| Data records |
##########

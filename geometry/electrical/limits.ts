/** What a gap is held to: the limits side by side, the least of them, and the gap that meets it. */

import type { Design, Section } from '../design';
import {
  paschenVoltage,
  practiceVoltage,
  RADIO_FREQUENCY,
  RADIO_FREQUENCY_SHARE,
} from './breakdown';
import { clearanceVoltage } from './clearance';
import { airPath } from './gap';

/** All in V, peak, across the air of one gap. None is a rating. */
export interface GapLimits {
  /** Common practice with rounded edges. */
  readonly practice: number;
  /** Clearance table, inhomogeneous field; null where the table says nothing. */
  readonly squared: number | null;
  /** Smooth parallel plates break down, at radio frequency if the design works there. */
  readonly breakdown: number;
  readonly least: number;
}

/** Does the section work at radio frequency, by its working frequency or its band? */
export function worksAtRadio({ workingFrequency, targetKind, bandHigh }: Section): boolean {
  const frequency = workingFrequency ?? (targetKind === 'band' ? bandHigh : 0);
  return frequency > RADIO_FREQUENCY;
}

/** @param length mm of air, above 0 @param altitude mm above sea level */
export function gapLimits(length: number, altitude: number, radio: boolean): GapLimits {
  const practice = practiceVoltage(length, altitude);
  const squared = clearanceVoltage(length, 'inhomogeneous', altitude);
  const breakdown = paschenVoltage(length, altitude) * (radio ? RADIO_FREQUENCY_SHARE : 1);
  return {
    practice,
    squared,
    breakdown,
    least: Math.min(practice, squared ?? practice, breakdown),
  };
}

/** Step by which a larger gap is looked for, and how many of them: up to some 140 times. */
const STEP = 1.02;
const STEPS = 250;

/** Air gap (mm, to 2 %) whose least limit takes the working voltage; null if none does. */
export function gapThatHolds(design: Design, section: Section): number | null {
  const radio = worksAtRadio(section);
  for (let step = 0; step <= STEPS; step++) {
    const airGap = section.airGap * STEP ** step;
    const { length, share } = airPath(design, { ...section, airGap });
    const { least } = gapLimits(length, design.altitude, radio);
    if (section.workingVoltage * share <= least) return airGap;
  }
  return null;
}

##########

For this exercise, return every line from the data that holds the string "least".

/** What a gap is held to: the limits side by side, the least of them, and the gap that meets it. */
  readonly least: number;
    least: Math.min(practice, squared ?? practice, breakdown),
/** Air gap (mm, to 2 %) whose least limit takes the working voltage; null if none does. */
    const { least } = gapLimits(length, design.altitude, radio);
    if (section.workingVoltage * share <= least) return airGap;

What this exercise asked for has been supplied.